// Stats count what Match did, so that no row is dropped unnoticed.
type Stats struct {
	PrimaryRows, SecondaryRows int
	// Rows with a missing ra or dec: never matched.
	PrimaryNoPosition, SecondaryNoPosition int
	// Primary rows moved to the secondary epoch; rows without a proper
	// motion stay where they are (counted in NotPropagated).
	Propagated, NotPropagated int
	// Rows that used the catalog's fallback positional error.
	PrimaryFallbackErr, SecondaryFallbackErr int
	// Largest search radius used.
	MaxSearchRadiusArcsec float64
	// Overlap estimate: occupied cells shared by both catalogs and the
	// number of rows of each catalog in them.
	OverlapCells, PrimaryInOverlap, SecondaryInOverlap int
	CandidatePairs                                     int // all (primary, secondary) pairs within the radius
	Matched                                            int
	Ambiguous                                          int
	// Primaries whose best candidate went to another primary.
	BestTaken int
}

// Result holds one Counterpart per primary row plus catalog-level numbers.
type Result struct {
	Matches      []Counterpart
	Prior        float64 // P0
	OverlapSqDeg float64
	Stats        Stats
}

// batchRows is the number of primary rows a worker takes at once; ctx is
// checked between batches.
const batchRows = 4096

// pair is one candidate (primary i, secondary j).
type pair struct {
	i, j   int32 // primary row, secondary row
	pos    int32 // secondary's position in the index
	nc     int32 // number of candidates of primary i
	sepRad float64
	lnB    float64
}

// Match cross-matches primary against secondary and returns one Counterpart per
// primary row (see the package documentation for the full specification).
//
// Every primary position is first moved from primary.EpochJyr to
// secondary.EpochJyr. Candidates are secondary rows within the radius.
// Resolution is global greedy: all candidate pairs sorted by posterior
// descending (we sort by ln B, which orders identically because the prior
// is common to all pairs and P is strictly increasing in B, but does not
// saturate at P = 1 in floating point), ties by primary row then secondary
// row; a pair is accepted when neither its primary nor its secondary is
// taken yet.
//
// A primary i with best candidate j (largest B, ties to the lower row) is
// Ambiguous when either
//   - another candidate j' of i has B(i,j') >= B(i,j) / AmbiguityRatio, or
//   - another primary k also has j as a candidate and B(i,j) and B(k,j)
//     are within a factor AmbiguityRatio of each other (this marks both the
//     primary that got j and the one that lost it).
func Match(ctx context.Context, primary, secondary *catalog.Table, opt Options) (*Result, error) {
	if err := opt.normalize(); err != nil {
		return nil, err
	}
	res, c, err := findCandidates(ctx, primary, secondary, &opt)
	if err != nil {
		return nil, err
	}
	if opt.Region != nil {
		if err := opt.Region.check(primary, secondary, c); err != nil {
			return nil, err
		}
	}
	res.Matches, err = resolve(ctx, c.batches, c.order, primary.Len(), c.nPos, secondary.IDs, &opt, res.Prior, &res.Stats)
	if err != nil {
		return nil, err
	}
	for i, k := range c.keys { // rows without a position are not in order
		if k < 0 {
			res.Matches[i] = noMatch()
		}
	}
	return res, nil
}

// candidateSet is what resolve needs from the search.
type candidateSet struct {
	batches [][]pair // see searchAll
	order   []int32  // primary rows in query order
	keys    []int32  // primary spatial keys (-1: no position)
	nPos    int      // secondary rows in the index
}

// findCandidates validates, propagates, builds the index, estimates the
// prior and finds every candidate pair; opt is normalised.
func findCandidates(ctx context.Context, primary, secondary *catalog.Table, opt *Options) (*Result, *candidateSet, error) {
	if err := checkTable(primary); err != nil {
		return nil, nil, err
	}
	if err := checkTable(secondary); err != nil {
		return nil, nil, err
	}
	if primary.Len() > math.MaxInt32 || secondary.Len() > math.MaxInt32 {
		return nil, nil, fmt.Errorf("match: more than %d rows", math.MaxInt32)
	}
	res := &Result{}
	st := &res.Stats
	st.PrimaryRows, st.SecondaryRows = primary.Len(), secondary.Len()

	p, err := prepare(ctx, primary, secondary.EpochJyr, true, opt.PrimaryPosErrMas, opt.Workers)
	if err != nil {
		return nil, nil, err
	}
	s, err := prepare(ctx, secondary, secondary.EpochJyr, false, opt.SecondaryPosErrMas, opt.Workers)
	if err != nil {
		return nil, nil, err
	}
	st.PrimaryNoPosition, st.SecondaryNoPosition = p.noPos, s.noPos
	st.Propagated, st.NotPropagated = p.propagated, p.notPropagated
	st.PrimaryFallbackErr, st.SecondaryFallbackErr = p.fallback, s.fallback

	// The query order and the prior do not need the index: compute them
	// while it is built.
	var order []int32
	var nc, n1, n2 int
	done := make(chan struct{})
	go func() {
		defer close(done)
		order, _ = spatialOrder(p.keys)
		res.Prior, res.OverlapSqDeg, nc, n1, n2 = overlapPrior(p.cells, s.cells)
		if opt.Prior > 0 {
			res.Prior = opt.Prior
		}
	}()
	ix, err := newIndex(ctx, s.pos, s.keys, opt.Workers)
	<-done
	if err != nil {
		return nil, nil, fmt.Errorf("match: catalog %q: %w", secondary.Name, err)
	}
	st.OverlapCells, st.PrimaryInOverlap, st.SecondaryInOverlap = nc, n1, n2

	batches, maxR, err := searchAll(ctx, ix, order, p, s, opt)
	if err != nil {
		return nil, nil, err
	}
	for _, ps := range batches {
		st.CandidatePairs += len(ps)
	}
	st.MaxSearchRadiusArcsec = maxR / units.RadPerArcsec

	return res, &candidateSet{batches: batches, order: order, keys: p.keys, nPos: ix.Indexed()}, nil
}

Task statement: Which of the lines above hold the word "SecondaryNoPosition"? Copy each one.

Answer:
	PrimaryNoPosition, SecondaryNoPosition int
	st.PrimaryNoPosition, st.SecondaryNoPosition = p.noPos, s.noPos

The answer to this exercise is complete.